Recorded data:
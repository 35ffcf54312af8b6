/**
 * The few error classes kinhue raises. Each has a fixed `code`, names the file it is about
 * (when there is one) and carries the next step for the person running the tool.
 * The CLI maps them to exit codes; core modules only throw them.
 */

/** Fixed error codes. Documented in the README; never renumber or rename one. */
export const ErrorCodes = {
  /** The command line is wrong (unknown option, missing input, bad value). */
  USAGE: 'KH_USAGE',
  /** A file or folder could not be found or read. */
  UNREADABLE: 'KH_UNREADABLE',
  /** A zero-byte file. */
  EMPTY_FILE: 'KH_EMPTY_FILE',
  /** The file is not an image kinhue can decode (wrong format, text named .jpg, ...). */
  NOT_AN_IMAGE: 'KH_NOT_AN_IMAGE',
  /** The image data ends early or is corrupt. */
  CORRUPT_IMAGE: 'KH_CORRUPT_IMAGE',
  /** The image is larger than the pixel limit (decompression-bomb guard). */
  TOO_LARGE: 'KH_TOO_LARGE',
  /** A model folder is missing, not a kinhue model, or its weights or layout (model.json) fail their hash. */
  BAD_MODEL: 'KH_BAD_MODEL',
  /** Training data is unusable: empty, unreadable, too few colour photos. */
  BAD_DATA: 'KH_BAD_DATA',
  /** A hints or reference file is malformed. */
  BAD_HINTS: 'KH_BAD_HINTS',
  /** An output could not be written. */
  WRITE_FAILED: 'KH_WRITE_FAILED',
  /** An output would replace an input (the same file through a link, a bind mount or another spelling). */
  OUTPUT_ON_INPUT: 'KH_OUTPUT_ON_INPUT',
  /** An output folder holds another scan's result under the name this scan's result would take. */
  OUTPUT_CONFLICT: 'KH_OUTPUT_CONFLICT',
} as const;

export type ErrorCode = (typeof ErrorCodes)[keyof typeof ErrorCodes];

export interface KinhueErrorOptions {
  /** The file or folder the error is about. */
  file?: string;
  /** What the person should do next, one sentence. */
  hint?: string;
  cause?: unknown;
}

/** Base class: a problem with the input or the environment that the user can fix. */
export class KinhueError extends Error {
  readonly code: ErrorCode;
  readonly file?: string;
  readonly hint?: string;

  constructor(code: ErrorCode, message: string, options: KinhueErrorOptions = {}) {
    super(message, options.cause === undefined ? undefined : { cause: options.cause });
    this.name = 'KinhueError';
    this.code = code;
    this.file = options.file;
    this.hint = options.hint;
  }

  /** One or two lines for people: "<file>: <message>\n  next step: <hint>". */
  describe(): string {
    const head = this.file ? `${this.file}: ${this.message}` : this.message;
    return this.hint ? `${head}\n  next step: ${this.hint}` : head;
  }
}

/** The command line itself is wrong. Exit code 2. */
export class UsageError extends KinhueError {
  /**
   * False when the command line is well formed but asks for something the folders on disk refuse
   * (an output folder already in use): the command's help would not help, so only the reason is printed.
   */
  readonly aboutCommandLine: boolean;
  constructor(message: string, hint?: string, options: { aboutCommandLine?: boolean } = {}) {
    super(ErrorCodes.USAGE, message, { hint });
    this.name = 'UsageError';
    this.aboutCommandLine = options.aboutCommandLine ?? true;
  }
}

/** An input image cannot be used. Recorded per file; a batch goes on. */
export class InputError extends KinhueError {
  constructor(code: ErrorCode, message: string, options: KinhueErrorOptions = {}) {
    super(code, message, options);
    this.name = 'InputError';
  }
}

/** A model folder cannot be used. */
export class ModelError extends KinhueError {
  constructor(message: string, options: KinhueErrorOptions = {}) {
    super(ErrorCodes.BAD_MODEL, message, options);
    this.name = 'ModelError';
  }
}

/** True for errors kinhue raised on purpose (as opposed to bugs). */
export function isKinhueError(error: unknown): error is KinhueError {
  return error instanceof KinhueError;
}

/** An error as plain data, to cross a thread boundary. */
export interface SerialisedError {
  /** A KH_* code, or 'internal' for an unexpected failure. */
  code: string;
  message: string;
  file?: string;
  hint?: string;
  stack?: string;
}

/** Turns any thrown value into plain data: KinhueErrors keep their code, file and next step; anything else is marked internal. */
export function serialiseError(error: unknown): SerialisedError {
  if (isKinhueError(error)) return { code: error.code, message: error.message, file: error.file, hint: error.hint };
  const e = error instanceof Error ? error : new Error(String(error));
  return { code: 'internal', message: e.message, stack: e.stack };
}

/** Rebuilds a KinhueError (or a plain Error for internal failures) from plain data. */
export function reviveError(data: SerialisedError): Error {
  if (data.code === 'KH_BAD_MODEL') return new ModelError(data.message, { file: data.file, hint: data.hint });
  if (data.code !== 'internal') return new KinhueError(data.code as ErrorCode, data.message, { file: data.file, hint: data.hint });
  const error = new Error(data.message);
  if (data.stack) error.stack = data.stack;
  return error;
}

What needs to be done: Extract the entries above verbatim.

Task result:
repository 35ffcf54312af8b6
/**
 * The few error classes kinhue raises. Each has a fixed `code`, names the file it is about
 * (when there is one) and carries the next step for the person running the tool.
 * The CLI maps them to exit codes; core modules only throw them.
 */

/** Fixed error codes. Documented in the README; never renumber or rename one. */
export const ErrorCodes = {
  /** The command line is wrong (unknown option, missing input, bad value). */
  USAGE: 'KH_USAGE',
  /** A file or folder could not be found or read. */
  UNREADABLE: 'KH_UNREADABLE',
  /** A zero-byte file. */
  EMPTY_FILE: 'KH_EMPTY_FILE',
  /** The file is not an image kinhue can decode (wrong format, text named .jpg, ...). */
  NOT_AN_IMAGE: 'KH_NOT_AN_IMAGE',
  /** The image data ends early or is corrupt. */
  CORRUPT_IMAGE: 'KH_CORRUPT_IMAGE',
  /** The image is larger than the pixel limit (decompression-bomb guard). */
  TOO_LARGE: 'KH_TOO_LARGE',
  /** A model folder is missing, not a kinhue model, or its weights or layout (model.json) fail their hash. */
  BAD_MODEL: 'KH_BAD_MODEL',
  /** Training data is unusable: empty, unreadable, too few colour photos. */
  BAD_DATA: 'KH_BAD_DATA',
  /** A hints or reference file is malformed. */
  BAD_HINTS: 'KH_BAD_HINTS',
  /** An output could not be written. */
  WRITE_FAILED: 'KH_WRITE_FAILED',
  /** An output would replace an input (the same file through a link, a bind mount or another spelling). */
  OUTPUT_ON_INPUT: 'KH_OUTPUT_ON_INPUT',
  /** An output folder holds another scan's result under the name this scan's result would take. */
  OUTPUT_CONFLICT: 'KH_OUTPUT_CONFLICT',
} as const;

export type ErrorCode = (typeof ErrorCodes)[keyof typeof ErrorCodes];

export interface KinhueErrorOptions {
  /** The file or folder the error is about. */
  file?: string;
  /** What the person should do next, one sentence. */
  hint?: string;
  cause?: unknown;
}

/** Base class: a problem with the input or the environment that the user can fix. */
export class KinhueError extends Error {
  readonly code: ErrorCode;
  readonly file?: string;
  readonly hint?: string;

  constructor(code: ErrorCode, message: string, options: KinhueErrorOptions = {}) {
    super(message, options.cause === undefined ? undefined : { cause: options.cause });
    this.name = 'KinhueError';
    this.code = code;
    this.file = options.file;
    this.hint = options.hint;
  }

  /** One or two lines for people: "<file>: <message>\n  next step: <hint>". */
  describe(): string {
    const head = this.file ? `${this.file}: ${this.message}` : this.message;
    return this.hint ? `${head}\n  next step: ${this.hint}` : head;
  }
}

/** The command line itself is wrong. Exit code 2. */
export class UsageError extends KinhueError {
  /**
   * False when the command line is well formed but asks for something the folders on disk refuse
   * (an output folder already in use): the command's help would not help, so only the reason is printed.
   */
  readonly aboutCommandLine: boolean;
  constructor(message: string, hint?: string, options: { aboutCommandLine?: boolean } = {}) {
    super(ErrorCodes.USAGE, message, { hint });
    this.name = 'UsageError';
    this.aboutCommandLine = options.aboutCommandLine ?? true;
  }
}

/** An input image cannot be used. Recorded per file; a batch goes on. */
export class InputError extends KinhueError {
  constructor(code: ErrorCode, message: string, options: KinhueErrorOptions = {}) {
    super(code, message, options);
    this.name = 'InputError';
  }
}

/** A model folder cannot be used. */
export class ModelError extends KinhueError {
  constructor(message: string, options: KinhueErrorOptions = {}) {
    super(ErrorCodes.BAD_MODEL, message, options);
    this.name = 'ModelError';
  }
}

/** True for errors kinhue raised on purpose (as opposed to bugs). */
export function isKinhueError(error: unknown): error is KinhueError {
  return error instanceof KinhueError;
}

/** An error as plain data, to cross a thread boundary. */
export interface SerialisedError {
  /** A KH_* code, or 'internal' for an unexpected failure. */
  code: string;
  message: string;
  file?: string;
  hint?: string;
  stack?: string;
}

/** Turns any thrown value into plain data: KinhueErrors keep their code, file and next step; anything else is marked internal. */
export function serialiseError(error: unknown): SerialisedError {
  if (isKinhueError(error)) return { code: error.code, message: error.message, file: error.file, hint: error.hint };
  const e = error instanceof Error ? error : new Error(String(error));
  return { code: 'internal', message: e.message, stack: e.stack };
}

/** Rebuilds a KinhueError (or a plain Error for internal failures) from plain data. */
export function reviveError(data: SerialisedError): Error {
  if (data.code === 'KH_BAD_MODEL') return new ModelError(data.message, { file: data.file, hint: data.hint });
  if (data.code !== 'internal') return new KinhueError(data.code as ErrorCode, data.message, { file: data.file, hint: data.hint });
  const error = new Error(data.message);
  if (data.stack) error.stack = data.stack;
  return error;
}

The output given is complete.